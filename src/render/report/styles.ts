/**
 * The report's one inline style sheet. System fonts only (no web fonts, no
 * network); widths in rem so it reads on a laptop; a print block that drops
 * the contents list, keeps tables and figures whole, and prints links as text.
 * Colours are a blue/orange pair that is colour-blind safe and still
 * separates in grayscale by lightness.
 */
export const reportStyles = `
:root { --ink: #1d2430; --muted: #5a6473; --rule: #d5dae1; --accent: #1f5fa6; --warm: #b55d00; --paper: #ffffff; --tint: #f4f6f9; --warn: #fff6e0; --warn-rule: #e0b84d; }
* { box-sizing: border-box; }
html { font-size: 16px; }
body { margin: 0; background: var(--paper); color: var(--ink); font: 1rem/1.5 system-ui, -apple-system, "Segoe UI", Roboto, "Helvetica Neue", Arial, sans-serif; }
main { max-width: 62rem; margin: 0 auto; padding: 1.5rem 1.5rem 4rem; }
h1 { font-size: 1.75rem; margin: 0.5rem 0 0.25rem; }
h2 { font-size: 1.35rem; margin: 2.5rem 0 0.75rem; padding-top: 0.5rem; border-top: 2px solid var(--ink); }
h3 { font-size: 1.1rem; margin: 1.5rem 0 0.5rem; }
p { margin: 0.5rem 0; }
.subtitle { color: var(--muted); margin: 0 0 1rem; }
nav.contents { background: var(--tint); padding: 0.75rem 1rem; border-radius: 6px; }
nav.contents ol { margin: 0.25rem 0 0; padding-left: 1.25rem; }
a { color: var(--accent); }
table { border-collapse: collapse; margin: 0.5rem 0 1rem; font-variant-numeric: tabular-nums; max-width: 100%; }
th, td { padding: 0.3rem 0.6rem; border-bottom: 1px solid var(--rule); text-align: left; vertical-align: top; }
th { font-weight: 600; border-bottom: 2px solid var(--ink); }
td.number, th.number { text-align: right; }
td.number { white-space: nowrap; }
th.number { white-space: normal; }
tr.best td { font-weight: 600; background: #eaf1fa; }
tr.not-compared td { color: var(--muted); font-style: italic; }
.bar-track { display: inline-block; position: relative; width: 6rem; height: 0.8rem; background: var(--tint); border: 1px solid var(--rule); vertical-align: middle; margin-left: 0.4rem; }
.bar { position: absolute; left: 0; top: 0; bottom: 0; background: var(--accent); min-width: 1px; }
dl.facts { display: grid; grid-template-columns: max-content 1fr; gap: 0.2rem 1rem; margin: 0.5rem 0 1rem; }
dl.facts dt { color: var(--muted); }
dl.facts dd { margin: 0; }
.conclusion { border-left: 4px solid var(--accent); padding: 0.5rem 1rem; background: var(--tint); margin: 1rem 0; }
.cautions { border-left: 4px solid var(--warm); padding: 0.25rem 1rem; margin: 0.5rem 0 1rem; font-size: 0.95rem; }
.cautions ul { margin: 0.25rem 0; padding-left: 1.1rem; }
.warnings { background: var(--warn); border: 1px solid var(--warn-rule); padding: 0.5rem 1rem; border-radius: 4px; margin: 0.75rem 0; }
.warnings ul { margin: 0.25rem 0; padding-left: 1.1rem; }
figure { margin: 1rem 0; }
figure img, figure svg { display: block; max-width: 100%; height: auto; border: 1px solid var(--rule); background: #fff; }
figcaption { color: var(--muted); font-size: 0.9rem; margin-top: 0.3rem; }
.plain-text { white-space: pre-wrap; font-family: ui-monospace, "SFMono-Regular", Menlo, Consolas, monospace; font-size: 0.85rem; background: var(--tint); padding: 0.75rem; border: 1px solid var(--rule); }
ol.references li { margin: 0.3rem 0; }
.provenance td:first-child { color: var(--muted); white-space: nowrap; }
code { font-family: ui-monospace, "SFMono-Regular", Menlo, Consolas, monospace; font-size: 0.85rem; white-space: nowrap; }
.provenance code { white-space: normal; word-break: break-all; }
.note { color: var(--muted); font-size: 0.9rem; }
.lineage { page-break-before: auto; }
@media print {
  html { font-size: 11pt; }
  main { max-width: none; padding: 0; }
  nav.contents, details.copy { display: none; }
  h2, h3 { page-break-after: avoid; break-after: avoid; }
  table, figure, .conclusion, .cautions, dl.facts { page-break-inside: avoid; break-inside: avoid; }
  section.lineage { break-before: page; }
  a { color: inherit; text-decoration: none; }
  tr.best td { background: none; }
  .bar { background: #555; -webkit-print-color-adjust: exact; print-color-adjust: exact; }
}
`;
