/**
 * A few plain sentences on one lineage for a reader who is not a
 * statistician: which description the data favour and how clearly, what the
 * best model says in words, and how large sampling error is. Written from the
 * document only; it interprets nothing beyond the numbers (the cautions say
 * what support does not show).
 *
 * @example
 * const lineage = lineageFromArrays({ section: 'A', trait: 'length', time: [0, 1, 2], mean: [1, 2, 3], samplingVariance: [0.04, 0.04, 0.04] });
 * const provenance = { tool: 'stratotrend', version: '0.1.0', inputs: [{ file: 'a.csv', sha256: '0' }], options: {} };
 * const document = asFitDocument(fitDocument([fitLineage(lineage, [strictStasis, randomWalk], { intervals: false })], provenance, [], 'classic'));
 * plainSummary(document.lineages[0], summariseData(document.lineages[0])); // 'Of the models fitted, the data clearly favour strict stasis (Akaike weight 1.00): in plain words, the trait mean did not change at all: the horizon means differ by sampling error alone.'
 */
export function plainSummary(lineage: LineageView, summary: DataSummary): string {
  const best = lineage.models.find((model) => model.id === lineage.best_model);
  if (!best || best.weight === null) return 'No model could be compared for this lineage, so the data say nothing here about how the trait changed.';
  // Each model says it in words (`EvolutionModel.plainWords`).
  const pattern = findModel(best.id)?.plainWords ?? `the data follow ${best.label}`;
  const strength = best.weight >= 0.9 ? 'clearly' : best.weight >= 0.7 ? 'moderately' : 'only weakly';
  const sentences = [`Of the models fitted, the data ${strength} favour ${best.label} (Akaike weight ${best.weight.toFixed(2)}): in plain words, ${pattern}.`];
  const close = lineage.models.filter((model) => model.id !== best.id && model.compared && model.delta_aicc !== null && model.delta_aicc < 2);
  if (close.length > 0) sentences.push(`${listWords(close.map((model) => model.label))} ${close.length === 1 ? 'fits' : 'fit'} almost as well, so the data do not decide between them.`);
  if (summary.samplingShare !== null && summary.samplingShare >= 0.5) sentences.push('Sampling error is large against the differences between horizons, so smaller changes would not be visible in these data.');
  if (summary.extrapolatedHorizons > 0) sentences.push(`${summary.extrapolatedHorizons} horizon ages rest on extrapolation beyond the age model.`);
  return sentences.join(' ');
}

function fact(term: string, value: string, field?: string, exact?: number | null): string {
  const data = field ? ` data-field="${field}" data-value="${exactValue(exact)}"` : '';
  return `<dt>${escapeHtml(term)}</dt><dd${data}>${escapeHtml(value)}</dd>`;
}
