/**
 * Read the file, fit the directional walk, and run the power analysis on the
 * chosen lineage's design, once per assumed step variance (see
 * {@link assumedStepVariances}); the JSON's top level is the analysis at the
 * largest one (the cautious reading) and `assumptions` lists them all.
 *
 * @param read the samples file already read (the report's fit read it), so it is not read again
 *
 * @example
 * // A real run is in powerTable's example; the replicates are checked before the file is read.
 * await runPower('sample-data/shell-length.csv', { replicates: '9' });
 * // throws: --replicates must be a whole number from 20 to 100000, got "9"
 */
export async function runPower(file: string, options: PowerCommandOptions, progress?: PowerProgress, read?: StreamedInput): Promise<PowerRun> {
  const warnings = new WarningLog();
  // Streamed: a specimen file of millions of rows is read in bounded memory (or already read, by the report's fit).
  const { input, samples } = read ?? (await loadSamplesStreamed(file, options, readingProgress(file, options)));
  // Heights and depths become ages through the same age-model options as fit (--age-model, --extrapolate).
  const { lineages } = lineagesWithAgeModel(file, samples, options, warnings);
  const { lineage, note } = chooseLineage(lineages, options.lineage, input.name);
  const notes: string[] = note ? [note] : [];
  const replicates = wholeOption(options.replicates, '--replicates', 200, 20, 100000);
  const seed = seedOption(options.seed);
  const threads = options.threads === undefined ? undefined : wholeOption(options.threads, '--threads', 1, 1, 256);
  const threshold = numberOption(options.weightThreshold, '--weight-threshold') ?? 0.5;
  const models = options.models === undefined ? undefined : resolveModels(options.models).models.map((model) => model.id);
  if (models && !(models.includes('random-walk') && models.includes('directional-walk'))) {
    throw usageError(`--models must include random-walk and directional-walk (the trend is judged between them), got "${options.models}"`);
  }
  if (!(threshold > 0 && threshold < 1)) throw usageError(`--weight-threshold must lie between 0 and 1, got "${options.weightThreshold}"`);
  const given = numberList(options.stepVariance, '--step-variance');
  if (given?.some((value) => !(value >= 0))) throw usageError(`--step-variance values must be 0 or more, got "${options.stepVariance}"`);
  const fit = fitModel(directionalWalk, lineage, { intervals: false });
  // The data, not the options, are at fault here: a data error (exit 1).
  if (!fit.converged) throw new InputError(`the directional walk could not be fitted to "${lineageName(lineage)}": ${fit.message}`, { file: input.name });
  const chosen = assumedStepVariances(lineage, fit.estimates.step_variance, given, notes);
  if (given === undefined && chosen.length > 1) {
    notes.push(`the fitted step variance ${formatNumber(chosen[0].stepVariance)} is ${chosen[0].stepVariance === 0 ? 'at its bound 0' : 'poorly determined'}: power is shown under it and under ${formatNumber(chosen[1].stepVariance)}, the upper end of its 95% interval, which the data also allow; the larger gives the cautious reading`);
  }
  const design = designOf(lineage);
  const withinSd = pooledWithinSd(design);
  const evaluator = new LikelihoodEvaluator(directionalWalk, lineage);
  const driftErrorAt = (stepVariance: number): number => Math.sqrt(evaluator.details(directionalWalk.processFrom({ step_variance: stepVariance }, lineage)).coefficientCovariance[3]);
  const perUnit = numberList(options.drifts, '--drifts');
  const perSd = numberList(options.driftsSd, '--drifts-sd');
  if (perUnit && perSd) throw usageError('give --drifts or --drifts-sd, not both');
  // One drift grid for every assumption (so the curves share an axis): 0 to 5 standard errors at the largest step variance.
  const largest = chosen[chosen.length - 1].stepVariance;
  const drifts = perUnit ?? perSd?.map((value) => value * withinSd) ?? defaultDrifts(driftErrorAt(largest));
  const targetDrift = numberOption(options.targetDrift, '--target-drift') ?? null;
  const runner = poolRunner({ threads });
  const assumptions: PowerAssumption[] = [];
  for (const assumption of chosen) {
    const report = await powerAnalysis(
      {
        design,
        stepVariance: assumption.stepVariance,
        ancestralMean: fit.estimates.ancestral_mean,
        drifts,
        replicates,
        seed,
        weightThreshold: threshold,
        targetDrift,
        coverage: options.coverage !== false,
        fittedDrift: fit.estimates.drift,
        ...(models ? { models } : {}),
      },
      runner,
      progress,
    );
    assumptions.push({ ...assumption, driftStandardError: driftErrorAt(assumption.stepVariance), report });
  }
  const primary = assumptions[assumptions.length - 1];
  // (Not again when the open upper end was the reason: that note already says so.)
  if (given === undefined && primary.stepVariance === 0 && !notes.some((text) => text.includes('95% interval is open'))) {
    notes.push('the fitted step variance is 0 (at its bound) and no larger value could be assumed from its interval: replicates have no random-walk component, only sampling error; give --step-variance to assume one');
  }
  for (const other of assumptions.slice(0, -1)) {
    notes.push(
      `under step variance ${formatNumber(other.stepVariance)} (${sourceWords(other.source)}) the false-trend rate is ${other.report.false_trend.p_best.toFixed(3)} (AICc best) and ${other.report.false_trend.p_lrt.toFixed(3)} (test), ` +
        `and 80% test power is reached at drift ${other.report.smallest_drift.p_lrt === null ? 'beyond the grid' : formatNumber(other.report.smallest_drift.p_lrt)}; under ${formatNumber(primary.stepVariance)} (${sourceWords(primary.source)}) at ${primary.report.smallest_drift.p_lrt === null ? 'beyond the grid' : formatNumber(primary.report.smallest_drift.p_lrt)}`,
    );
  }
  const document = {
    tool: 'stratotrend',
    version: toolVersion(),
    command: 'power',
    // trait_unit and transform as in fit.json: the --trait-unit label as given (null when none), 'ln' with --log (values in ln mm).
    input: { file: input.name, sha256: input.sha256, lineage: lineageName(lineage), trait_unit: lineage.traitUnit ?? null, transform: lineage.logTransformed ? 'ln' : 'none' },
    generator: {
      model: 'directional-walk',
      step_variance: primary.stepVariance,
      step_variance_source: given === undefined ? (primary.source === 'fitted estimate' ? 'fitted' : 'upper end of the 95% interval') : 'given',
      fitted_step_variance: fit.estimates.step_variance,
      ancestral_mean: fit.estimates.ancestral_mean,
      fitted_drift: fit.estimates.drift,
      drift_standard_error: primary.driftStandardError,
    },
    ...primary.report,
    // Every assumed step variance with its own analysis (the top level repeats the last, the largest).
    assumptions: assumptions.map((entry) => ({ step_variance: entry.stepVariance, source: entry.source, drift_standard_error: entry.driftStandardError, ...entry.report })),
    notes,
    // Warnings of reading and placing the samples (e.g. time-axis plausibility), as in fit.json.
    warnings: warnings.list().map((warning) => ({ category: warning.category, message: warning.message, count: warning.count })),
    caution: caution,
  };
  return { lineage, report: primary.report, assumptions, document, notes, warnings: warnings.list() };
}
---
EXERCISE OBJECTIVE —
Would you please write out, exactly and with no other lines, the stretch of the listing above from the line containing "file is read." through the line containing "const threads = options.threads"?

TASK SOLUTION —
 * // A real run is in powerTable's example; the replicates are checked before the file is read.
 * await runPower('sample-data/shell-length.csv', { replicates: '9' });
 * // throws: --replicates must be a whole number from 20 to 100000, got "9"
 */
export async function runPower(file: string, options: PowerCommandOptions, progress?: PowerProgress, read?: StreamedInput): Promise<PowerRun> {
  const warnings = new WarningLog();
  // Streamed: a specimen file of millions of rows is read in bounded memory (or already read, by the report's fit).
  const { input, samples } = read ?? (await loadSamplesStreamed(file, options, readingProgress(file, options)));
  // Heights and depths become ages through the same age-model options as fit (--age-model, --extrapolate).
  const { lineages } = lineagesWithAgeModel(file, samples, options, warnings);
  const { lineage, note } = chooseLineage(lineages, options.lineage, input.name);
  const notes: string[] = note ? [note] : [];
  const replicates = wholeOption(options.replicates, '--replicates', 200, 20, 100000);
  const seed = seedOption(options.seed);
  const threads = options.threads === undefined ? undefined : wholeOption(options.threads, '--threads', 1, 1, 256);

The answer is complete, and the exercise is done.